Singapore Property Stocks Fall on Higher Tax for Home Purchases

Singapore will raise taxes on home buyers to 4 percent from 3 percent for purchases in excess of S$1 million, Finance Minister Heng Swee Keat said in his budget speech in Parliament Monday. (Photo: Getty Images)
Singapore will raise taxes on home buyers to 4 percent from 3 percent for purchases in excess of S$1 million, Finance Minister Heng Swee Keat said in his budget speech in Parliament Monday. (Photo: Getty Images)

By Pooja Thakur

Singapore’s property stocks fell, leading declines on the benchmark Straits Times Index as the government raised taxes on home purchases that are worth more than S$1 million ($761,600) after housing prices rebounded from a four-year slump.

UOL Group Ltd. and City Developments Ltd. slumped more than 1.7 percent as of 9:04 a.m. in Singapore trading, making them the biggest decliners on the benchmark index. CapitaLand Ltd., the city-state’s largest developer, dropped 1.1 percent, the first decrease in more than a week.

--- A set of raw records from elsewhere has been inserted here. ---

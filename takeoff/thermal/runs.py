"""Members in one line, fixed at one point: where each joint stands at each temperature, and the gap to set in it. Rank 5.

Positions are measured along the line, from where its start stands at the reference temperature; the fixed point does not
move, and pieces push each other outward from it: position = fixed point + sum of the lengths between, each by its own law.
Gaps are not in these positions, but in `set_out_mm`, which is where each piece ends when it is set with its gaps.

With a joint at each piece, a joint takes up the movement of the one piece between it and the last joint on the side of the
fixed point. With joints at the ends only, the pieces are joined solid and the whole movement arrives at the free ends.
"""

from __future__ import annotations

import math
from collections.abc import Mapping, Sequence
from dataclasses import dataclass, field
from typing import Any

from takeoff.findings import Finding
from takeoff.materials import Material
from takeoff.thermal import notes
from takeoff.thermal.lengths import REFERENCE_C, ratio
from takeoff.thermal.spread import alpha_spread

#: a run of more pieces is given in total, not joint by joint
MOST_PIECES = 2_000


@dataclass(frozen=True, slots=True)
class RunPart:
    """Members of one row within a run: `quantity` pieces of `length_mm` at reference, and why not where something is missing."""

    mark: str
    quantity: int
    length_mm: float | None
    material: Material | None
    row: int = 0
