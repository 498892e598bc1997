"""The sheet of what changed since an earlier run. Rank 9."""

from __future__ import annotations

from typing import TYPE_CHECKING

from takeoff.reports import rounding
from takeoff.reports.workbook.sheet import CHANGES, Book

if TYPE_CHECKING:
    from takeoff.reports.compare import Comparison

_COLUMNS = 8


def write(book: Book, changes: Comparison) -> None:
    """One line a row added, removed or changed; picks and vehicles that changed below."""
    from takeoff.reports.compare import WORDS

    sheet, units, unit = book.sheets[CHANGES], book.units, book.mass_unit
    sheet.widths([11, 14, 18, 58, 13, 13, 13, 36])
    sheet.height(0, 24)
    sheet.text(0, 0, f"{CHANGES}: {book.title}", "title")
    sheet.long_text(
        1, (0, _COLUMNS - 1), f"{changes.sentence(units)} Checksum of the earlier record (SHA-256): {changes.sha256}.", "quiet wrap"
    )
    first = row = 3
    sheet.texts(row, 0, ("Change", "Mark", "Assembly", "What"), "head")
    for offset, word in enumerate(WORDS):
        sheet.text(row, 4 + offset, f"{word.capitalize()}, new − old ({unit})", "head right")
    sheet.text(row, 7, "Place in the list", "head")
    for change in changes.changes:
        row += 1
        sheet.text(row, 0, change.kind, "cell bold")
        what = change.said(units) + ("; not weighed in one of the runs" if change.unknown else "")
        sheet.texts(row, 1, (change.mark, change.assembly, what), "cell wrap")
        for offset, kg in enumerate(change.kg):
            sheet.number(row, 4 + offset, rounding.in_mass_unit(kg, units), "signed")
        sheet.text(row, 7, change.place, "cell wrap")
    if row == first:
        row += 1
        sheet.texts(row, 0, ("(none)", *[None] * 7), "cell")
    sheet.raw.freeze_panes(first + 1, 2)
    sheet.raw.repeat_rows(first)
    sheet.raw.autofilter(first, 0, row, _COLUMNS - 1)
    for note in changes.notes(units):
        row += 1
        sheet.long_text(row + 1, (0, _COLUMNS - 1), note)
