def _series(result: Result, pick: Pick) -> Iterator[Series]:
    centre = pick.centre
    assert centre is not None
    axes, left = _axes(result, pick)
    if axes:
        more = f"; {counted(left, 'more member')} not drawn" if left else ""
        yield Series("axes of members", axes, "axes", f"through the centre of each, where its direction is known{more}")
    least = ", at least" if centre.at_least else ""
    yield Series(f"outline{least}", _rectangle("outline", centre.low, centre.high), "outline", f"the box around the pick{least}")
    box = _rectangle("centre may lie", *centre.box)
    yield Series("where it may lie", box, "box", "the centre of gravity, while every mass moves within its bounds")
    points = tuple((f"point {shown(p.name)}", p.position_mm) for p in pick.points)
    slings, hook = picksheet.slings(pick), picksheet.hook_of(pick)
    if slings:
        legs: list[tuple[str, Vector] | None] = []
        for name, foot, top in slings:
            legs += [(name, foot), ("to the hook" if top == hook else "to the bar", top), None]
        yield Series("slings", tuple(legs[:-1]), "slings", "straight lines from point to hook" if not pick.spreader else "straight lines")
    if pick.spreader and pick.spreader.ends_mm and hook:
        first, second = pick.spreader.ends_mm
        yield Series(pick.spreader.kind, (("end", first), ("other end", second)), "bar", "as a line, the piece level")
    if points:
        yield Series("lifting points", points, "points", "as given in the job file")
    if hook is not None:
        over = "above piece and spreader together" if pick.spreader else "above the centre of gravity"
        yield Series("hook", (("hook", hook),), "hook", over)
    # From above the hook hides nothing: the cross is drawn over it.
    yield Series("centre of gravity", (("centre of gravity", centre.centre),), "centre", "at nominal masses")


def _rectangle(word: str, low: Sequence[float], high: Sequence[float]) -> tuple[tuple[str, Vector], ...]:
    """A way around a box that is its outline from above and from the side: y and z turn together."""
    (x1, y1, z1), (x2, y2, z2) = low, high
    corners = ((x1, y1, z1), (x2, y1, z1), (x2, y2, z2), (x1, y2, z2), (x1, y1, z1))
    return tuple((f"{word}, corner {n % 4 + 1}", c) for n, c in enumerate(corners))


def _axes(result: Result, pick: Pick) -> tuple[tuple[tuple[str, Vector] | None, ...], int]:
    """Start and end of the pick's members, a lifted pen between two, where the list itself says which rows make it; how many are left."""
    from takeoff.lifting.gravity import Place

    if pick.listed is None:
        return (), 0
    marks = result.members["mark"].tolist() if "mark" in result.members else [None] * len(result.members)
    found: list[tuple[str, Vector] | None] = []
    count = 0
    for i, name in enumerate(result.members[pick_word(result)].tolist()):
        at = result.places.get(i) if name == pick.listed else None
        if not isinstance(at, Place) or at.axis is None or not at.length_mm:
            continue
        count += 1
        if count > MOST_AXES:
            continue
        mark = shown(marks[i]) if isinstance(marks[i], str) else f"row {i + 1}"
        half = at.length_mm / 2
        if found:
            found.append(None)
        for sign, end in ((-1, "start"), (1, "end")):
            x, y, z = (c + sign * half * a for c, a in zip(at.centre, at.axis, strict=True))
            found.append((f"{mark}, {end}", (x, y, z)))
    return tuple(found), max(0, count - MOST_AXES)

The tax increase isn’t “enough to derail an ongoing home price recovery,” Morgan Stanley said in a note to clients on Monday, “but this could weigh on sentiment on Singapore developer stocks in the near term.”

The government will raise taxes on home buyers to 4 percent from 3 percent for purchases in excess of S$1 million, Finance Minister Heng Swee Keat said in his budget speech in Parliament Monday. The changes – introduced to make the tax system “more progressive, fair and resilient” – will apply to all residential properties acquired from Feb. 20, he said.

“Given the heightened interest in the residential market, the government has timed the increase well as prices and transaction volumes could return with a vengeance after Chinese New Year,” Christine Li, a director of research at Cushman & Wakefield Inc. “The effective increase in the tax revenue is quite minimal, hence this measure acts more as a deterrent to the red-hot property market.”

The increase will have more of an effect on ultra-luxurious properties, Li said. The stamp duty on a S$10 million property will increase by about 0.9 percentage point to 3.8 percent, she estimates.

Singapore developers have been aggressively bidding for land as rising apartment sales and prices signaled an end to a four-year downturn. Private residential prices rose for a second straight quarter in the three months ended Dec. 31. Still, the country’s central bank has warned that rising vacancies and slowing population growth may undermine a residential property recovery.

While a recovery in home prices is not a cause for concern, “exuberance” in the so-called en-bloc market for redevelopments may not be warranted, Ravi Menon, the managing director of the Monetary Authority of Singapore, said at a conference last month.

Collective apartment sales for redevelopment in the first two months of 2018 totaled over S$3.1 billion, almost twice the S$1.66 billion seen in the last peak of the en-bloc market in 2007, Nomura analyst Min Chow Sai wrote in a note dated Monday.

Li said developers may pull back from these purchases “as the price tag can be hefty for most collective sale deals which easily run into hundreds of millions of dollars.”

Home prices may rise as much as 10 percent this year, CapitaLand CEO Lim Ming Yan said in an interview last week.

– With assistance from Abhishek Vishnoi.